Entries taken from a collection
****************************************
#!/usr/bin/python3
"""Circle charts drawn straight with cairo (pycairo, PDF surface) for the corpus
(corpus/cairo/cc_*.pdf): exploded pies with leader-line labels, slices drawn in several
pieces and as subpaths of one path, a tilted pie with a rim, a perspective pie, radial
bars (equal ring width: misleading; equal area per unit: honest) and a cycle diagram made
of arcs (no chart). Angles: cairo's y-down frame, converted for the truth (y up)."""

import math
import os
import random
import sys

import cairo

sys.path.insert(0, os.path.dirname(os.path.abspath(__file__)))
import truth  # noqa: E402
import truth_circles  # noqa: E402

ROOT = os.environ.get("PP_CORPUS_ROOT") or os.path.dirname(os.path.dirname(
    os.path.dirname(os.path.abspath(__file__))))
OUT = os.path.join(ROOT, "corpus", "cairo")
PRODUCER = "cairo " + cairo.cairo_version_string()
SEED = 4307
W, H = 420.0, 300.0
# scripts/holdout sets PP_CORPUS_SEED_OFFSET: the same charts with other invented data.
OFFSET = int(os.environ.get("PP_CORPUS_SEED_OFFSET", "0"))
RNG = random.Random(SEED + OFFSET)


def vary(values):
    """The values as given, or (held-out runs) others of the same size order."""
    if not OFFSET:
        return list(values)
    return sorted((max(3.0, float(round(v * RNG.uniform(0.6, 1.4)))) for v in values),
                  reverse=True)


def mislead(values, given):
    """Angles that disagree with the labels: the given ones, or the values reversed."""
    return list(given) if not OFFSET else list(reversed(values))


NAMES = ["Nordvik", "Eastmarch", "Solbakken", "Harrowgate", "Lowfield"]
RGB = [(0.23, 0.43, 0.65), (0.88, 0.54, 0.17), (0.35, 0.62, 0.29), (0.77, 0.27, 0.24),
       (0.54, 0.42, 0.71)]


class Doc:
    def __init__(self, name):
        self.path = os.path.join(OUT, name + ".pdf")
        self.surface = cairo.PDFSurface(self.path, W, H)
        self.surface.set_metadata(cairo.PDFMetadata.CREATOR, PRODUCER)
        self.surface.set_metadata(cairo.PDFMetadata.CREATE_DATE, "2031-03-01T00:00:00Z")
        self.cr = cairo.Context(self.surface)
        self.cr.select_font_face("DejaVu Sans")

    def text(self, s, x, y, size=9, colour=(0, 0, 0), anchor=0.5):
        cr = self.cr
        cr.set_font_size(size)
        cr.set_source_rgb(*colour)
        e = cr.text_extents(s)
        cr.move_to(x - anchor * e.x_advance, y + e.height / 2)
        cr.show_text(s)

    def finish(self, figures):
        self.surface.finish()
        for f in figures:
            f.setdefault("page", 1)
            f.setdefault("axis", None)
            f.setdefault("baseline", None)
            f.setdefault("style", [])
            f["misleading"] = f.get("rule") is not None
        truth.write_truth(self.path, PRODUCER, SEED + OFFSET, 1, figures, ROOT)


def pct(values):
    return [round(100.0 * v / sum(values)) for v in values]


def pie(name, values, drawn=None, rule=None, explode=(), pieces=False, one_path=False):
    """Clockwise from 12 o'clock. explode: indices pulled out by 14 pt; pieces: slices drawn
    as two paths each with white strokes between; one_path: every slice of one colour in a
    single path of subpaths (slices alternate two colours)."""
    drawn = drawn or values
    d = Doc(name)
    cr = d.cr
    cx, cy, r = 205, 160, 90
    printed = pct(values)
    a = -math.pi / 2
    spans = []
    for v in drawn:
        sw = 2 * math.pi * v / sum(drawn)
        spans.append((a, a + sw))
        a += sw
    groups = {}
    for i, (a0, a1) in enumerate(spans):
        off = 14 if i in explode else 0
        mid = (a0 + a1) / 2
        ox, oy = cx + off * math.cos(mid), cy + off * math.sin(mid)
        colour = RGB[i % 2] if one_path else RGB[i]
        cuts = [a0, a0 + 0.4 * (a1 - a0), a1] if pieces else [a0, a1]
        for j in range(len(cuts) - 1):
            groups.setdefault(len(groups) if not one_path else i % 2, (colour, []))[1].append(
                (ox, oy, cuts[j], cuts[j + 1]))
        # Label outside with a leader line.
        lx, ly = ox + (r + 8) * math.cos(mid), oy + (r + 8) * math.sin(mid)
        tx, ty = ox + (r + 26) * math.cos(mid), oy + (r + 26) * math.sin(mid)
        cr.set_source_rgb(0.3, 0.3, 0.3)
        cr.set_line_width(0.6)
        cr.move_to(ox + (r - 4) * math.cos(mid), oy + (r - 4) * math.sin(mid))
        cr.line_to(lx, ly)
        cr.line_to(tx, ty)
        cr.stroke()
        side = 0 if math.cos(mid) >= 0 else 1
        d.text("%s %d%%" % (NAMES[i], printed[i]), tx + (4 if side == 0 else -4), ty,
               anchor=side)
    for colour, parts in groups.values():
        cr.new_path()
        for ox, oy, a0, a1 in parts:
            cr.move_to(ox, oy)
            cr.arc(ox, oy, r, a0, a1)
            cr.close_path()
        cr.set_source_rgb(*colour)
        cr.fill_preserve() if pieces else cr.fill()
        if pieces:
            cr.set_source_rgb(1, 1, 1)
            cr.set_line_width(1.5)
            cr.stroke()
    d.text("Members by region, 2031", cx, 22, 11)
    ext = r + 14 * bool(explode)
    bb = [cx - ext, cy - ext, cx + ext, cy + ext]
    style = (["exploded"] if explode else []) + (["pieces", "white-strokes"] if pieces else
                                                 []) + (["subpaths"] if one_path else [])
    d.finish([{"bbox": bb, "kind": "pie", "rule": rule, "values": values,
               "labels": NAMES[:len(values)], "data_labels": printed,
               "style": style + ["leader-lines"],
               "circle": {"drawn_values": list(drawn), "printed": printed,
                          "printed_kind": "percent", "decimals": 0}}])


def tilted(name, values, ratio, depth, rule, persp=None, explode=()):
    """Parametric angles counter-clockwise (y up) from 30°. Orthographic: ellipse arcs by
    cairo_scale, rim of `depth` radii under the front half. Perspective: projected through
    truth_circles' pinhole, top faces only, as 180-point polylines per turn. explode: indices
    of slices pulled out by 0.12 radii along their middle, in the pie's plane (top face and
    rim move together; the offset changes no area)."""
    d = Doc(name)
    cr = d.cr
    cx0, cy0, r = 210, 140, 130
    start = math.radians(30)
    spans = truth_circles.slice_angles(values, start, 1)
    printed = pct(values)

    def centre(i):
        mid = (spans[i][0] + spans[i][1]) / 2
        e = 0.12 * r if i in explode else 0.0
        return cx0 + e * math.cos(mid), cy0 - e * ratio * math.sin(mid)

    for i, (t0, t1) in enumerate(spans):
        cx, cy = centre(i)
        if depth > 0 and persp:
            # Only the wall facing the camera: beyond it the band would fold over itself.
            for lo, hi in truth_circles._arc_overlap(t0, t1, *truth_circles.rim_range(persp)):
                cr.new_path()
                for k, (x, y) in enumerate(truth_circles.rim_polygon(lo, hi, persp, depth,
                                                                     180)):
                    (cr.line_to if k else cr.move_to)(cx + r * x, cy - r * y)
                cr.close_path()
                cr.set_source_rgb(*[0.7 * c for c in RGB[i]])
                cr.fill()
        elif depth > 0:
            for lo, hi in truth_circles._arc_overlap(t0, t1, math.pi, 2 * math.pi):
                cr.new_path()
                cr.save()
                cr.translate(cx, cy)
                cr.scale(r, r * ratio)
                cr.arc(0, 0, 1, -hi, -lo)  # y-up angles are negated in cairo's y-down frame
                cr.restore()
                cr.save()
                cr.translate(cx, cy + depth * r)
                cr.scale(r, r * ratio)
                cr.arc_negative(0, 0, 1, -lo, -hi)
                cr.restore()
                cr.close_path()
                cr.set_source_rgb(*[0.7 * c for c in RGB[i]])
                cr.fill()
    for i, (t0, t1) in enumerate(spans):
        cx, cy = centre(i)
        cr.new_path()
        if persp:
            cr.move_to(cx, cy)
            n = max(2, int(180 * (t1 - t0) / (2 * math.pi)))
            for j in range(n + 1):
                t = t0 + (t1 - t0) * j / n
                x, y = truth_circles._project(math.cos(t), math.sin(t), persp["tilt"],
                                              persp["distance"])
                cr.line_to(cx + r * x, cy - r * y)
            cr.close_path()
        else:
            cr.save()
            cr.translate(cx, cy)
            cr.scale(r, r * ratio)
            cr.move_to(0, 0)
            cr.arc_negative(0, 0, 1, -t0, -t1)
            cr.close_path()
            cr.restore()
        cr.set_source_rgb(*RGB[i])
        cr.fill()
    for i, (t0, t1) in enumerate(spans):
        cx, cy = centre(i)
        mid = (t0 + t1) / 2
        if persp:
            x, y = truth_circles._project(0.62 * math.cos(mid), 0.62 * math.sin(mid),
                                          persp["tilt"], persp["distance"])
        else:
            x, y = 0.62 * math.cos(mid), 0.62 * ratio * math.sin(mid)
        d.text("%d%%" % printed[i], cx + r * x, cy - r * y, 9, (1, 1, 1))
        if persp:
            x, y = truth_circles._project(1.15 * math.cos(mid), 1.15 * math.sin(mid),
                                          persp["tilt"], persp["distance"],
                                          -depth if math.sin(mid) < 0 else 0.0)
            d.text(NAMES[i], cx + r * x, cy - r * y, 8)
        else:
            d.text(NAMES[i], cx + 1.2 * r * math.cos(mid), cy - (1.25 * r * ratio + 6) *
                   math.sin(mid) + (depth * r if math.sin(mid) < 0 else 0), 8)
    cx, cy = cx0, cy0
    d.text("Ridership share by line, 2031", cx, 14, 11)
    if persp:
        pts = [truth_circles._project(math.cos(t / 90 * math.pi), math.sin(t / 90 * math.pi),
                                      persp["tilt"], persp["distance"], h)
               for t in range(180) for h in {0.0, -depth}]
        xs, ys = [cx + r * p[0] for p in pts], [cy - r * p[1] for p in pts]
        bb = [min(xs), min(ys), max(xs), max(ys)]
    else:
        e = 0.12 * r if explode else 0
        bb = [cx - r - e, cy - (r + e) * ratio, cx + r + e, cy + (r + e) * ratio + depth * r]
    circle = {"ratio": ratio if not persp else math.cos(persp["tilt"]), "depth": depth,
              "start": start, "direction": 1, "printed": printed, "printed_kind": "percent",
              "decimals": 0}
    if persp:
        circle["perspective"] = persp
    d.finish([{"bbox": [round(x, 2) for x in bb], "kind": "tilted-pie", "rule": rule,
               "values": values, "labels": NAMES[:len(values)], "data_labels": printed,
               "style": ["tilted", "names-outside"] + (["rim"] if depth else []) +
               (["exploded"] if explode else []) +
               (["perspective"] if persp else []), "circle": circle}])


def radial(name, values, full, equal_area, rule):
    """Rings clockwise from 12 o'clock, innermost first. Equal ring width (misleading) or
    widths chosen so every ring has the same area per unit of value (honest)."""
    d = Doc(name)
    cr = d.cr
    cx, cy = 210, 160
    rings, r_in, width, gap = [], 40.0, 16.0, 6.0
    target = (r_in + width) ** 2 - r_in ** 2
    for i, v in enumerate(values):
        r_out = math.sqrt(r_in * r_in + target) if equal_area else r_in + width
        rings.append([r_in, r_out])
        sweep = 2 * math.pi * v / full
        cr.new_path()
        cr.arc(cx, cy, r_out, -math.pi / 2, -math.pi / 2 + sweep)
        cr.arc_negative(cx, cy, r_in, -math.pi / 2 + sweep, -math.pi / 2)
        cr.close_path()
        cr.set_source_rgb(*RGB[i])
        cr.fill()
        d.text("%s %g" % (NAMES[i], v), cx - 6, cy - (r_in + r_out) / 2, 8, anchor=1)
        r_in = r_out + gap
    d.text("Share of trips on time, %% (full circle = %g)" % full, cx, 14, 11)
    ro = rings[-1][1]
    d.finish([{"bbox": [cx - ro, cy - ro, cx + ro, cy + ro], "kind": "radial-bar",
               "rule": rule, "values": values, "labels": NAMES[:len(values)],
               "data_labels": values, "style": ["equal-area"] if equal_area else [],
               "circle": {"rings": rings, "full_value": full, "start": math.pi / 2,
                          "direction": -1}}])


def diagram(name):
    """A cycle diagram: four boxes joined by curved arrows (arcs), no numbers."""
    d = Doc(name)
    cr = d.cr
    cx, cy, r = 210, 160, 90
    steps = ["Plan", "Build", "Operate", "Review"]
    for k, s in enumerate(steps):
        a = -math.pi / 2 + k * math.pi / 2
        cr.set_source_rgb(0.3, 0.45, 0.6)
        cr.set_line_width(3)
        cr.new_path()
        cr.arc(cx, cy, r, a + 0.3, a + math.pi / 2 - 0.3)
        cr.stroke()
        e = a + math.pi / 2 - 0.3
        hx, hy = cx + r * math.cos(e), cy + r * math.sin(e)
        cr.move_to(hx, hy)
        cr.rel_line_to(-8 * math.cos(e - 0.4) - 3, -8 * math.sin(e - 0.4))
        cr.rel_line_to(6, 6)
        cr.close_path()
        cr.fill()
        bx, by = cx + r * math.cos(a), cy + r * math.sin(a)
        cr.set_source_rgb(0.9, 0.93, 0.97)
        cr.arc(bx, by, 26, 0, 2 * math.pi)
        cr.fill()
        d.text(s, bx, by, 10)
    d.text("Asset management cycle", cx, 20, 11)
    d.finish([{"bbox": [cx - r - 26, cy - r - 26, cx + r + 26, cy + r + 26], "kind": "other",
               "rule": None, "values": [], "labels": [], "data_labels": None,
               "style": ["diagram"]}])


def main():
    os.makedirs(OUT, exist_ok=True)
    v = vary([31.0, 24.0, 20.0, 15.0, 10.0])
    pie("cc_pie_exploded_honest", v, explode=(1,))
    pie("cc_pie_exploded_angles_wrong", v, drawn=mislead(v, [22.0, 33.0, 20.0, 15.0, 10.0]),
        rule="wedges-vs-labels", explode=(1,))
    pie("cc_pie_pieces_honest", v, pieces=True)
    pie("cc_pie_subpaths_honest", vary([28.0, 22.0, 19.0, 17.0, 14.0]), one_path=True)
    v2 = vary([30.0, 25.0, 20.0, 15.0, 10.0])
    tilted("cc_tilted_rim", v2, 0.35, 0.18, "tilted-pie-ink")
    tilted("cc_tilted_flat_honest", v2, 0.35, 0.0, None)
    tilted("cc_perspective", v2, 0.0, 0.0, "tilted-pie-ink",
           persp={"tilt": math.radians(62), "distance": 2.6})
    tilted("cc_perspective_rim", v2, 0.0, 0.14, "tilted-pie-ink",
           persp={"tilt": math.radians(62), "distance": 2.6})
    tilted("cc_tilted_exploded_rim", v2, 0.35, 0.18, "tilted-pie-ink", explode=(0, 3))
    tilted("cc_tilted_exploded_flat_honest", v2, 0.35, 0.0, None, explode=(0, 3))
    vr = vary([72.0, 58.0, 44.0, 30.0])
    radial("cc_radial_equal_width", vr, 100.0, False, "radial-ring-ink")
    radial("cc_radial_equal_area_honest", vr, 100.0, True, None)
    diagram("cc_cycle_diagram")


if __name__ == "__main__":
    main()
****************************************
Begin with the first line of the records and finish with the line containing "pieces and as". Reproduce those lines exactly, both ends included, and nothing else.

#!/usr/bin/python3
"""Circle charts drawn straight with cairo (pycairo, PDF surface) for the corpus
(corpus/cairo/cc_*.pdf): exploded pies with leader-line labels, slices drawn in several
pieces and as subpaths of one path, a tilted pie with a rim, a perspective pie, radial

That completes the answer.